Collect all lines containing the word "name" from the data.

== Records shown

package mpo

import (
	"math/rand/v2"
	"slices"
	"testing"
)

// pairTerms draws terms of two factors: hopping and density-density on fermion sites.
func pairTerms(sites, terms int, seed uint64) *sum {
	rng := rand.New(rand.NewPCG(seed, 1))
	g := testGroup(0)
	s := newSum(g, slices.Repeat([]kindTable{fermionKind(g)}, sites)...)
	draw := coupling(rng, false)
	for range terms {
		i, j := int32(rng.IntN(sites-1)), int32(0)
		j = i + 1 + int32(rng.IntN(sites-1-int(i)))
		switch rng.IntN(3) {
		case 0:
			s.add(draw(), i, 3, j, 6)
		case 1:
			s.add(draw(), i, 2, j, 3)
		default:
			s.add(draw(), i, 4, j, 4)
		}
	}
	return s
}

// fourfoldTerms draws two-body interactions c^+ c^+ c c of four random sites.
func fourfoldTerms(sites, terms int, seed uint64) *sum {
	rng := rand.New(rand.NewPCG(seed, 2))
	g := testGroup(0)
	s := newSum(g, slices.Repeat([]kindTable{fermionKind(g)}, sites)...)
	draw := coupling(rng, false)
	for range terms {
		at := rng.Perm(sites)[:4]
		slices.Sort(at)
		ops := []int32{2, 2, 3, 3}
		rng.Shuffle(4, func(i, j int) { ops[i], ops[j] = ops[j], ops[i] })
		var factors []int32
		for k, i := range at {
			factors = append(factors, int32(i), ops[k])
		}
		s.add(draw(), factors...)
	}
	return s
}

func BenchmarkBuild(b *testing.B) {
	cases := []struct {
		name string
		sum  func() *sum
	}{
		{"factors=2/sites=64/terms=100000", func() *sum { return pairTerms(64, 100_000, 1) }},
		{"factors=2/sites=128/terms=100000", func() *sum { return pairTerms(128, 100_000, 1) }},
		{"factors=4/sites=64/terms=100000", func() *sum { return fourfoldTerms(64, 100_000, 1) }},
		{"factors=4/sites=128/terms=100000", func() *sum { return fourfoldTerms(128, 100_000, 1) }},
	}
	for _, c := range cases {
		b.Run(c.name, func(b *testing.B) {
			s := c.sum()
			for b.Loop() {
				o, err := Build[float64](s.Strings, Options{})
				if err != nil {
					b.Fatal(err)
				}
				b.ReportMetric(float64(slices.Max(o.BondDims())), "bond")
			}
		})
	}
}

====

• Solution to the exercise:
		name string
		b.Run(c.name, func(b *testing.B) {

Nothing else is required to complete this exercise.